## [Information provided]
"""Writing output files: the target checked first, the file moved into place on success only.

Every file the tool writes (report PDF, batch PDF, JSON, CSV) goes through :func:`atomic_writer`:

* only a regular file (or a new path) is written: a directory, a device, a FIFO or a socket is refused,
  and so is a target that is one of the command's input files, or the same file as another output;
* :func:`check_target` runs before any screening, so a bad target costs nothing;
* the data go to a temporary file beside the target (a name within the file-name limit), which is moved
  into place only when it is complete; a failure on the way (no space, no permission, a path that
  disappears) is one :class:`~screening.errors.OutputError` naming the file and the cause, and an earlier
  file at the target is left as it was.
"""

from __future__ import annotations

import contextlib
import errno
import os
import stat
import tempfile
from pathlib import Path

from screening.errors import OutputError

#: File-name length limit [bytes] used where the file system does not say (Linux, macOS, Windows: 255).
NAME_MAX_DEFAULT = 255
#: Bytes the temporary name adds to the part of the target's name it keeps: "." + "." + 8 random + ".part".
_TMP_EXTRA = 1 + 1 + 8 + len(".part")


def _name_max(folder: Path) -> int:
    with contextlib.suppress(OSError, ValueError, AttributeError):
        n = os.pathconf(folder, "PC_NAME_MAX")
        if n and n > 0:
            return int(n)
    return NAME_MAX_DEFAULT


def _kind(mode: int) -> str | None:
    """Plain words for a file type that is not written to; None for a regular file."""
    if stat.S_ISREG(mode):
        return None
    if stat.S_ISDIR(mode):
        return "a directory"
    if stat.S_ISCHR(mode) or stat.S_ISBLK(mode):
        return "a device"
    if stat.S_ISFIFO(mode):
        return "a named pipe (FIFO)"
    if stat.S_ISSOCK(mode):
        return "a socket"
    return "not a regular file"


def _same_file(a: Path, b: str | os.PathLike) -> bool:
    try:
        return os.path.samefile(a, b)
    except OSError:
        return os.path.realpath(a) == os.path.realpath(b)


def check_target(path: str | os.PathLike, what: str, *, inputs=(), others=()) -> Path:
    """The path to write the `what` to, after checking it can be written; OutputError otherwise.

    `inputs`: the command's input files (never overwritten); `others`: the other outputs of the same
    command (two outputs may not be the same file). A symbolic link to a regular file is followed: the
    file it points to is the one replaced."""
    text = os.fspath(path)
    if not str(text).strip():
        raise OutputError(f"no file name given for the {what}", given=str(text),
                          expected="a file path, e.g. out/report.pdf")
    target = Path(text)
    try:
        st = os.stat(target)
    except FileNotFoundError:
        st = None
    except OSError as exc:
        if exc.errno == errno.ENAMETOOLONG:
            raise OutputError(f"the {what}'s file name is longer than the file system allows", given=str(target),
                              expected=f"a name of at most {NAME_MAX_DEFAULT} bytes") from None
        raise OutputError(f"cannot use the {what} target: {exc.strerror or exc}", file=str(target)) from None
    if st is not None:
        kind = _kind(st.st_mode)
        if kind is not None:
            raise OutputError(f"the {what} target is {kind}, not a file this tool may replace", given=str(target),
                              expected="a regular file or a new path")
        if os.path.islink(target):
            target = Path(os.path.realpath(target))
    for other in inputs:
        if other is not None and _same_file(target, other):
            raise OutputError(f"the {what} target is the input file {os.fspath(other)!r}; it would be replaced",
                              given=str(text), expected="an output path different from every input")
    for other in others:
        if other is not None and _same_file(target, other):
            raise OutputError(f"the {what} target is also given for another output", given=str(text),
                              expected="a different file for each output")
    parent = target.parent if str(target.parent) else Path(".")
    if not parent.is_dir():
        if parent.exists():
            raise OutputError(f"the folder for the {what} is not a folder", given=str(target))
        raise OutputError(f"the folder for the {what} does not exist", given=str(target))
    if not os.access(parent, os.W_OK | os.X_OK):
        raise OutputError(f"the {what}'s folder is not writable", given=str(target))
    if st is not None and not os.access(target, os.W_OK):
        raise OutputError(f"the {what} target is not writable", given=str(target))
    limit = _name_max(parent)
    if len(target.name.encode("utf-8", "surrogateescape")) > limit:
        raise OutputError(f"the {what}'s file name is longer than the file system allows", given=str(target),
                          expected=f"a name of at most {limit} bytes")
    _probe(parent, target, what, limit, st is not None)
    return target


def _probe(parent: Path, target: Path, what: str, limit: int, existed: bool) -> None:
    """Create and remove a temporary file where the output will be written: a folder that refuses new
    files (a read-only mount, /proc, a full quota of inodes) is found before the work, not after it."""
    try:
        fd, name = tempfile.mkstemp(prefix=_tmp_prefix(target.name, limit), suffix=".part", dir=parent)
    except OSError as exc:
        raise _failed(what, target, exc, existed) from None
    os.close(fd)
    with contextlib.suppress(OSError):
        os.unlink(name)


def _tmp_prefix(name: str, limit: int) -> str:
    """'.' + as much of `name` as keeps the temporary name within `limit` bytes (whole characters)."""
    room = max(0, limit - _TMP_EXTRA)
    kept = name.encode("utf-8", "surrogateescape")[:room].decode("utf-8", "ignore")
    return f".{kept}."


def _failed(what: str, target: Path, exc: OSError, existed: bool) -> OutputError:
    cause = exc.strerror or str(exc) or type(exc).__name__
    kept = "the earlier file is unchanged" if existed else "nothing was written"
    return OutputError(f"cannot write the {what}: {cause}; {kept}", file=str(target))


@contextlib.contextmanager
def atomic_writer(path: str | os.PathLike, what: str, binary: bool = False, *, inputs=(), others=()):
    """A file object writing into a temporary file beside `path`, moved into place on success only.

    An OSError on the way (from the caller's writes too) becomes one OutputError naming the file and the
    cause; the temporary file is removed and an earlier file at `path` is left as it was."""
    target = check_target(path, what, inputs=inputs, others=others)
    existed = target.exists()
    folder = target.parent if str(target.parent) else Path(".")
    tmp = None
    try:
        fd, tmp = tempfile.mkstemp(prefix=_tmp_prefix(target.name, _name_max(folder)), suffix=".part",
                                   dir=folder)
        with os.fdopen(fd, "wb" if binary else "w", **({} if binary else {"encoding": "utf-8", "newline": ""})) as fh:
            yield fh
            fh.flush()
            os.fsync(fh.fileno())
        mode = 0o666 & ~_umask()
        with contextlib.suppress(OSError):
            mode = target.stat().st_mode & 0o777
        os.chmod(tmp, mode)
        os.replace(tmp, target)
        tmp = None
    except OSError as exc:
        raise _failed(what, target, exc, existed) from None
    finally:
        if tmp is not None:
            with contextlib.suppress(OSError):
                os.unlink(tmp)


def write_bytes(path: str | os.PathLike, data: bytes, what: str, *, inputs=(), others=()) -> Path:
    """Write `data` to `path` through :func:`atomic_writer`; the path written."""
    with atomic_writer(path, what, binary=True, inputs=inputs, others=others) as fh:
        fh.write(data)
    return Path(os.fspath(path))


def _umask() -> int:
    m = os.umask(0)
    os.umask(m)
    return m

## [Problem details]
Every line that holds the word "errno" should be copied from the records.

## [Result of this task]
import errno
        if exc.errno == errno.ENAMETOOLONG:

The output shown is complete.